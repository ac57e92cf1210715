// kith fit from the command line: outputs, exit codes, messages.
#include <doctest/doctest.h>

#include <cstdlib>
#include <fstream>
#include <nlohmann/json.hpp>
#include <random>
#include <sstream>
#include <sys/wait.h>

#include "tests/approx.h"

namespace {

int run(const std::string& args, std::string* err = nullptr, const std::string& dir = "/tmp") {
  const std::string errfile = dir + "/stderr.txt";
  const int status = std::system((std::string(KITH_BINARY) + " fit " + args + " >/dev/null 2>" + errfile).c_str());
  if (err) {
    std::ifstream in(errfile);
    std::stringstream ss;
    ss << in.rdbuf();
    *err = ss.str();
  }
  return WIFEXITED(status) ? WEXITSTATUS(status) : -1;
}

std::string items_csv(const std::string& dir, int n, bool with_nan = false) {
  const std::string path = dir + "/items.csv";
  std::ofstream out(path);
  out << "id,a,b,c,d,kind\n";
  std::mt19937_64 rng(5);
  std::normal_distribution<double> g;
  for (int i = 0; i < n; ++i) {
    const int cls = i % 3;
    out << "item" << i;
    for (int c = 0; c < 4; ++c) out << ',' << (with_nan && i == 7 && c == 2 ? std::string("nan") : std::to_string(g(rng) + 3 * cls * (c == cls)));
    out << ",class" << cls << '\n';
  }
  return path;
}

}  // namespace

TEST_CASE("solver cli: kith fit writes a CSV and a JSON layout with ids and tags") {
  const std::string dir = kith::test::temp_dir("fit-cli");
  const std::string items = items_csv(dir, 90);
  std::string err;
  REQUIRE(run(items + " -o " + dir + "/map.csv --iterations 300 --perplexity 10", &err, dir) == 0);
  CHECK(err.find("step 300 of 300") != std::string::npos);
  std::ifstream in(dir + "/map.csv");
  std::string header, line;
  std::getline(in, header);
  CHECK(header == "id,x,y,z,kind");
  int rows = 0;
  while (std::getline(in, line)) ++rows;
  CHECK(rows == 90);

  REQUIRE(run(items + " -o " + dir + "/map.json --dims 2 --iterations 300 --perplexity 10 --quiet", &err, dir) == 0);
  std::ifstream js(dir + "/map.json");
  const auto j = nlohmann::json::parse(js);
  CHECK(j["dims"] == 2);
  CHECK(j["items"].size() == 90);
  CHECK(j["items"][0]["id"] == "item0");
  CHECK(j["items"][0]["tags"]["kind"] == "class0");
  CHECK(!j["items"][0].contains("z"));
  CHECK(j["health"]["trustworthiness"].get<double>() > 0.8);

  // Same seed, same map: the CSV is byte-identical on a second run.
  REQUIRE(run(items + " -o " + dir + "/again.csv --iterations 300 --perplexity 10 --threads 1", &err, dir) == 0);
  std::ifstream a(dir + "/map.csv"), b(dir + "/again.csv");
  std::stringstream sa, sb;
  sa << a.rdbuf();
  sb << b.rdbuf();
  CHECK(sa.str() == sb.str());

  // --stages: one line for each stage of the pipeline, with its time and peak memory.
  REQUIRE(run(items + " -o " + dir + "/staged.csv --iterations 50 --perplexity 10 --quiet --stages", &err, dir) == 0);
  for (const char* stage : {"read items", "prepare features", "neighbours (exact)", "affinities", "start (PCA)",
                            "optimize", "measures", "write"})
    CHECK_MESSAGE(err.find(stage) != std::string::npos, stage, " missing from:\n", err);
  CHECK(err.find("peak") != std::string::npos);
}

TEST_CASE("solver cli: kith fit rejects bad options with 2 and bad data with 3") {
  const std::string dir = kith::test::temp_dir("fit-cli-bad");
  const std::string items = items_csv(dir, 30);
  std::string err;
  CHECK(run(items + " -o " + dir + "/m.csv --dims 4", &err, dir) == 2);
  CHECK(err.find("dims must be 2 or 3") != std::string::npos);
  CHECK(run(items + " -o " + dir + "/m.csv --theta abc", &err, dir) == 2);
  CHECK(err.find("expects a number") != std::string::npos);
  CHECK(run(items + " -o " + dir + "/m.txt", &err, dir) == 2);
  CHECK(run(items + " -o " + dir + "/m.csv --perplexity 40", &err, dir) == 2);
  CHECK(err.find("smaller than the number of items") != std::string::npos);
  CHECK(run(items + " -o " + dir + "/m.csv --bogus", &err, dir) == 2);
  CHECK(run(items, &err, dir) == 2);
  CHECK(run(dir + "/missing.csv -o " + dir + "/m.csv", &err, dir) == 3);
  {
    std::ofstream(dir + "/keep.csv") << "precious\n";
    CHECK(run(items + " -o " + dir + "/keep.csv --perplexity 5", &err, dir) == 2);
    std::ifstream in(dir + "/keep.csv");
    std::string s;
    std::getline(in, s);
    CHECK(s == "precious");
  }
  const std::string nan_dir = kith::test::temp_dir("fit-cli-nan");
  const std::string nan_items = items_csv(nan_dir, 30, true);
  const int code = run(nan_items + " -o " + nan_dir + "/m.csv --perplexity 5", &err, nan_dir);
  CHECK(code == 3);
  MESSAGE("NaN input message: " << err);
}

TEST_CASE("solver cli: a diverging fit is reported and nothing is written") {
  const std::string dir = kith::test::temp_dir("fit-cli-div");
  const std::string items = items_csv(dir, 60);
  std::string err;
  CHECK(run(items + " -o " + dir + "/m.csv --perplexity 5 --learning-rate 1e12 --iterations 300", &err, dir) == 1);
  CHECK(err.find("diverged") != std::string::npos);
  std::ifstream in(dir + "/m.csv");
  CHECK_FALSE(in.good());
}
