// GradientDescent on problems with a known minimum.
#include <doctest/doctest.h>

#include "solver/fit/optimizer.h"
#include "tests/approx.h"

namespace {
// E(Y) = 1/2 sum a_c (y_ic - m_ic)^2, minimum at M.
struct Quadratic : kith::ObjectiveTerm {
  kith::Points m;
  double evaluate(const kith::Points& y, kith::Points* g) override {
    double cost = 0;
    if (g) g->resize(y.rows(), y.cols());
    for (Eigen::Index i = 0; i < y.rows(); ++i)
      for (Eigen::Index c = 0; c < y.cols(); ++c) {
        const double a = 1.0 + double(c), r = y(i, c) - m(i, c);
        cost += 0.5 * a * r * r;
        if (g) (*g)(i, c) = a * r;
      }
    return cost;
  }
};
kith::StepOptions step_options(double learning_rate, double momentum) {
  kith::StepOptions o;
  o.learning_rate = learning_rate;
  o.momentum = momentum;
  return o;
}
}  // namespace

TEST_CASE("solver: gradient descent with momentum and gains finds a quadratic's minimum") {
  Quadratic q;
  q.m = kith::Points::Random(20, 3);
  kith::Points y = kith::Points::Zero(20, 3);
  kith::GradientDescent gd;
  const kith::StepOptions o = step_options(0.1, 0.5);
  kith::StepResult r;
  for (int it = 0; it < 500; ++it) r = gd.step(q, y, o);
  CHECK(r.finite);
  kith::test::assert_near(y, q.m, 1e-8, 0.0, "minimum");
}

TEST_CASE("solver: gradient descent flags divergence") {
  Quadratic q;
  q.m = kith::Points::Ones(4, 2);
  kith::Points y = kith::Points::Zero(4, 2);
  kith::GradientDescent gd;
  kith::StepOptions o;
  o.learning_rate = 1e6;  // far too large: explodes
  bool finite = true;
  for (int it = 0; it < 200 && finite; ++it) finite = gd.step(q, y, o).finite;
  CHECK_FALSE(finite);
}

----------

Could you repeat exactly the lines above from the line with "CHECK(rows == 90);" up to and including the line with "a second run.", and only those?

  CHECK(rows == 90);

  REQUIRE(run(items + " -o " + dir + "/map.json --dims 2 --iterations 300 --perplexity 10 --quiet", &err, dir) == 0);
  std::ifstream js(dir + "/map.json");
  const auto j = nlohmann::json::parse(js);
  CHECK(j["dims"] == 2);
  CHECK(j["items"].size() == 90);
  CHECK(j["items"][0]["id"] == "item0");
  CHECK(j["items"][0]["tags"]["kind"] == "class0");
  CHECK(!j["items"][0].contains("z"));
  CHECK(j["health"]["trustworthiness"].get<double>() > 0.8);

  // Same seed, same map: the CSV is byte-identical on a second run.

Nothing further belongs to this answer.